▶ **What to do**
Would you count the lines below that contain the string "record" and reply with that number only?

[Stored data]
■ ■ ■
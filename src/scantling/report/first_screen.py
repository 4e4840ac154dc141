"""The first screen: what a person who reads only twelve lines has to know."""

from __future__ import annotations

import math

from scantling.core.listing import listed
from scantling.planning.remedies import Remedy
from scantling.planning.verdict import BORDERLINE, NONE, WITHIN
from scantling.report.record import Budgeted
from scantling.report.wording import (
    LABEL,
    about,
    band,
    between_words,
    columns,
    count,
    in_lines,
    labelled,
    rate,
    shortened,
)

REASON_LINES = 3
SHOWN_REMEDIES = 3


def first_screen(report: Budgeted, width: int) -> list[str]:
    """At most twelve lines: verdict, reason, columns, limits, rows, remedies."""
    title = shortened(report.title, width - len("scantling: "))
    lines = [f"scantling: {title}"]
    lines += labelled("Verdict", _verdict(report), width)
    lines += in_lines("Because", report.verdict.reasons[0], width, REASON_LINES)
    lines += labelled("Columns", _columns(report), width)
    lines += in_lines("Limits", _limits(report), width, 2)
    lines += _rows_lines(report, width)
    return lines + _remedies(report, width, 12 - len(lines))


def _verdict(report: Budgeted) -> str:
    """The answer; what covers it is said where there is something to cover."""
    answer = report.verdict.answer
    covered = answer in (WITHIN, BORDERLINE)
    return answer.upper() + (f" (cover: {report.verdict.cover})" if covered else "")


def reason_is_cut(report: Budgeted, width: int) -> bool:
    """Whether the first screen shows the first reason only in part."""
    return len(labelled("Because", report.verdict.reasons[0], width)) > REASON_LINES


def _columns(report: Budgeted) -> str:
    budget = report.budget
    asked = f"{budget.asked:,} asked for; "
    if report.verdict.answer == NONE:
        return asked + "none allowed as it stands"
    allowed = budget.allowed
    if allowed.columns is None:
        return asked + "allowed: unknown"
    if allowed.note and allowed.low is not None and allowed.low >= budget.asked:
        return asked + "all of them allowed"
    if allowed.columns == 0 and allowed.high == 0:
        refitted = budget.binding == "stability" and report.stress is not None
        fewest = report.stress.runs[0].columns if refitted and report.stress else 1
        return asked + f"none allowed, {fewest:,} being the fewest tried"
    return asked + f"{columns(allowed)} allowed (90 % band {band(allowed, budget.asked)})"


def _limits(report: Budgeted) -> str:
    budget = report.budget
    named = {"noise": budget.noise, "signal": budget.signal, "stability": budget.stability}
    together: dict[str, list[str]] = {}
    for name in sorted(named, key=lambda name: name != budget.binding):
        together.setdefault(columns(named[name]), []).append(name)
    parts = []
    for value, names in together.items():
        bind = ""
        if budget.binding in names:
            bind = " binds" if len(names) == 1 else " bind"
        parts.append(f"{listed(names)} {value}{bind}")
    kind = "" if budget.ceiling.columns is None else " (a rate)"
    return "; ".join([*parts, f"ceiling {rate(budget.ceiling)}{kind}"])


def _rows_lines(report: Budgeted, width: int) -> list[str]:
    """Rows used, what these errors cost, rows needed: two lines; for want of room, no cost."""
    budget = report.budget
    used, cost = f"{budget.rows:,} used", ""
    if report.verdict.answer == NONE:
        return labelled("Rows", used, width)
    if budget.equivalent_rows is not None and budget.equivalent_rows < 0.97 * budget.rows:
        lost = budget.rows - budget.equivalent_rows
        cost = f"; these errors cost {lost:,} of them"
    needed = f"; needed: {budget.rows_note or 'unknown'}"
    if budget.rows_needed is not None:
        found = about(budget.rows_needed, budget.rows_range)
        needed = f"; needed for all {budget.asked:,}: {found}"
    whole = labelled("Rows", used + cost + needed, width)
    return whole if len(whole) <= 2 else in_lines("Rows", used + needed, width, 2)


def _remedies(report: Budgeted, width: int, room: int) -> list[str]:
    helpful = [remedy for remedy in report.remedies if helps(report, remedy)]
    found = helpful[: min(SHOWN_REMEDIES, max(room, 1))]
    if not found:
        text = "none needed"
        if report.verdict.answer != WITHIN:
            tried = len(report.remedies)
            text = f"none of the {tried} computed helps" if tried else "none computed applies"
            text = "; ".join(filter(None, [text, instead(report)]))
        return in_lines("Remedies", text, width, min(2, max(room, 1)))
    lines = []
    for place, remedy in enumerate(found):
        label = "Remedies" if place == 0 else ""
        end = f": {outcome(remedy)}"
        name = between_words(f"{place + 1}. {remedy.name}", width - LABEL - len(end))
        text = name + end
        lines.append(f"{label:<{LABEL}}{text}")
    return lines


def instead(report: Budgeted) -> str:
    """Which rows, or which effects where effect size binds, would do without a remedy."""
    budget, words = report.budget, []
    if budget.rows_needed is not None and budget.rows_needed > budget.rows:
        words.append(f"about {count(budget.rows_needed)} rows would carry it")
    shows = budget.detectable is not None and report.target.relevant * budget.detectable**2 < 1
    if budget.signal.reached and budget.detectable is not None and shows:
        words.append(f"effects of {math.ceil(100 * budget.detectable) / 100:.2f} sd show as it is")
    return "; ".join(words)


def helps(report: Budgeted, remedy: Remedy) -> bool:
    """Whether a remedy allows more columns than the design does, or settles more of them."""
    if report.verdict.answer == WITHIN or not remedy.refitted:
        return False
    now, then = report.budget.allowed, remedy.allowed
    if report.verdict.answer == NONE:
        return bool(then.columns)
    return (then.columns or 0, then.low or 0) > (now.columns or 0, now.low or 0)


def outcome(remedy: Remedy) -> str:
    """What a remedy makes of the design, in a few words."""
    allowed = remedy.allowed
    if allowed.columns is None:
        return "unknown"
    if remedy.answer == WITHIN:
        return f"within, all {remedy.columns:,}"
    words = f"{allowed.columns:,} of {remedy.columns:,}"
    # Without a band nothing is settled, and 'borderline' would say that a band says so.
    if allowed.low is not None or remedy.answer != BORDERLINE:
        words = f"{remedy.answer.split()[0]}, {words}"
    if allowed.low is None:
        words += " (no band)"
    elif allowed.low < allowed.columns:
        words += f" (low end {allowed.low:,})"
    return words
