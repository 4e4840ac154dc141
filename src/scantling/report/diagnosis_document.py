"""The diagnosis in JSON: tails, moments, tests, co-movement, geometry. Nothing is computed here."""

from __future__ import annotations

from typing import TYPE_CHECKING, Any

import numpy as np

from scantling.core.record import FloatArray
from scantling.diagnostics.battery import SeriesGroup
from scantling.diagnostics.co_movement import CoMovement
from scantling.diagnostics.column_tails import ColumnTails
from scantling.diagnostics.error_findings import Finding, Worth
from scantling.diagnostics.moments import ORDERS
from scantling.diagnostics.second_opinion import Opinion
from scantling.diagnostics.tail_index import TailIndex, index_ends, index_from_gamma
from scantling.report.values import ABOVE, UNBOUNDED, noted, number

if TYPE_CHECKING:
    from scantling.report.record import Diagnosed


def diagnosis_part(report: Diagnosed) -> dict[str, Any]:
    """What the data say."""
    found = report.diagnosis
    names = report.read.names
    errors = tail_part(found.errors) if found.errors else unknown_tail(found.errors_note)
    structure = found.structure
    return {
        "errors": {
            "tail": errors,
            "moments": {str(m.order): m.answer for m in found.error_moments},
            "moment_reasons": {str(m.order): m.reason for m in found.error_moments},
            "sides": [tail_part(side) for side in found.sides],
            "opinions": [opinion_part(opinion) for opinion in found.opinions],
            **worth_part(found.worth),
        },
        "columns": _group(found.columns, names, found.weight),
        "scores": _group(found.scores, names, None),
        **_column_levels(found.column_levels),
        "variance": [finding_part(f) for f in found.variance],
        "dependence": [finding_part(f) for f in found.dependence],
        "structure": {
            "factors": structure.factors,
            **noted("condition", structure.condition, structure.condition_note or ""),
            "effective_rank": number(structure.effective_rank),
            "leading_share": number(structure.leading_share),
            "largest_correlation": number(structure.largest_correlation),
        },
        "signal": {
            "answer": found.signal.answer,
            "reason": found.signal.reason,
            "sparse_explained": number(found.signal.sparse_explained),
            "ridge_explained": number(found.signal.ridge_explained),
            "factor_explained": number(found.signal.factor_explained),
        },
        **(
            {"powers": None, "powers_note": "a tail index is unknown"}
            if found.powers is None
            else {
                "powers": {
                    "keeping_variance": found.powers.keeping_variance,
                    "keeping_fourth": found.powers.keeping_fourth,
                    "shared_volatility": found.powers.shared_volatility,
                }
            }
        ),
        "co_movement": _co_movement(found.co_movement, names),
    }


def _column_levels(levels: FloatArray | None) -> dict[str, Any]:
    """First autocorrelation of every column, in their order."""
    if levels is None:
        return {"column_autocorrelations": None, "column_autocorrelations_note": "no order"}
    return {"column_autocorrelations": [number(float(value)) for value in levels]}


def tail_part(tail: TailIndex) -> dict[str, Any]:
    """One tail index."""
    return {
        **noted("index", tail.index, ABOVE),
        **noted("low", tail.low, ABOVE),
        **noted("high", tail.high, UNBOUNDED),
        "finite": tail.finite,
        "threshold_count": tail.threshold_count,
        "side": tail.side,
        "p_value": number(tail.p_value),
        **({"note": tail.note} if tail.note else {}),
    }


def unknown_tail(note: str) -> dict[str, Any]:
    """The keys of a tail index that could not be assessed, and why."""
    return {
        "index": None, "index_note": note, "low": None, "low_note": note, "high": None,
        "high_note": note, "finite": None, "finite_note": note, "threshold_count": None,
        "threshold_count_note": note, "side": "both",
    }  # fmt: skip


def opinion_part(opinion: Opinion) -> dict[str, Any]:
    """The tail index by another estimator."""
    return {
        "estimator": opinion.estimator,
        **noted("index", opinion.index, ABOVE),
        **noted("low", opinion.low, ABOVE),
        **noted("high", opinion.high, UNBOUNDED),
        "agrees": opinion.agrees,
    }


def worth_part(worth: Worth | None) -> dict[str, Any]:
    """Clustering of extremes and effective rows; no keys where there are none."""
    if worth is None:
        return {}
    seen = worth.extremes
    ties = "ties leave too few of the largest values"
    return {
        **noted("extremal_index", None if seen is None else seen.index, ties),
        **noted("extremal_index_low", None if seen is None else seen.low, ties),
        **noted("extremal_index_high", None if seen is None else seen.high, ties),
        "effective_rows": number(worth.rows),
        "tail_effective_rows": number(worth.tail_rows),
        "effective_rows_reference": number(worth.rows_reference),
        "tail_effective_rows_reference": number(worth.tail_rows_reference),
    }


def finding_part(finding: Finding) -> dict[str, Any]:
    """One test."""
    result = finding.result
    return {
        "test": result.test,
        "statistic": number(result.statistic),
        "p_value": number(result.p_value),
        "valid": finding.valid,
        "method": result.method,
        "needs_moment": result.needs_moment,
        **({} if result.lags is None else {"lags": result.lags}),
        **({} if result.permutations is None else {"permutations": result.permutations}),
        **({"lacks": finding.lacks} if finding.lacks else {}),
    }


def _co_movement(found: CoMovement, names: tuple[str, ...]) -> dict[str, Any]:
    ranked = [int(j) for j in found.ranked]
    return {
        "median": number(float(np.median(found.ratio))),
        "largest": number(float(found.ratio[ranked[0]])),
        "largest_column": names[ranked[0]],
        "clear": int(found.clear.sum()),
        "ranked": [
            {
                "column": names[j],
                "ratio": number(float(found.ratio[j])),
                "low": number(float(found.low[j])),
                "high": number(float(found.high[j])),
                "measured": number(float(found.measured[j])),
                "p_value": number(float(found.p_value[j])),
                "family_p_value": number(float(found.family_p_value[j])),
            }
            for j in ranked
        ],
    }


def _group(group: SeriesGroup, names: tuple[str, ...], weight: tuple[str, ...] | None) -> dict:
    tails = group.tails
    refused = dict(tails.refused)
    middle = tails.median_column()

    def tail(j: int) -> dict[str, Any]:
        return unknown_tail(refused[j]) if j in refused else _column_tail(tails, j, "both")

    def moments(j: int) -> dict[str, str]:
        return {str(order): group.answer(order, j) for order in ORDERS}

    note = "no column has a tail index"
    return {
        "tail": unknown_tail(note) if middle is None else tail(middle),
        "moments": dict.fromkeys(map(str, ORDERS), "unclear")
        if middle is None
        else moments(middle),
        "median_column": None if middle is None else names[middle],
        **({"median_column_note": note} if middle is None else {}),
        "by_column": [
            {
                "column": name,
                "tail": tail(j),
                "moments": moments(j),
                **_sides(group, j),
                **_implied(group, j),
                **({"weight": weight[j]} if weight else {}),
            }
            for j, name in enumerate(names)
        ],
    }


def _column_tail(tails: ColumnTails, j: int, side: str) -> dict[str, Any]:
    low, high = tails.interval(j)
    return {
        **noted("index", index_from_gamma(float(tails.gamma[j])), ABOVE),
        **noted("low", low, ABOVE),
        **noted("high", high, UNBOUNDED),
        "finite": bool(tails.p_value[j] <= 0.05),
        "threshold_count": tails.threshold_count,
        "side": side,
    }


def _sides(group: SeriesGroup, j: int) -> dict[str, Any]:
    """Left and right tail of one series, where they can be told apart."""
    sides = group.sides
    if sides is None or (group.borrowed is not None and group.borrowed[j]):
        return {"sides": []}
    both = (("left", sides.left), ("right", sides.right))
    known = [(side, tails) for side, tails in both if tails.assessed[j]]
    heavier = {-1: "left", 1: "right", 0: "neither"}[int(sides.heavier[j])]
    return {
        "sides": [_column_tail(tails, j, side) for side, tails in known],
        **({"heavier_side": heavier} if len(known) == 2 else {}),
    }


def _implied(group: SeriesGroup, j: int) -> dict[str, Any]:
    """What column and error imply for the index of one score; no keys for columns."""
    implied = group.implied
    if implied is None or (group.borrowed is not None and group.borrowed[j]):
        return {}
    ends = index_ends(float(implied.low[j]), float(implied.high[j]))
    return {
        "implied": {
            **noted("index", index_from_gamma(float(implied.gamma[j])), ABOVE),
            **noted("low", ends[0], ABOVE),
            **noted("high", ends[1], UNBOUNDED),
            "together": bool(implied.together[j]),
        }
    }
■ ■ ■
▶ **Task response**
3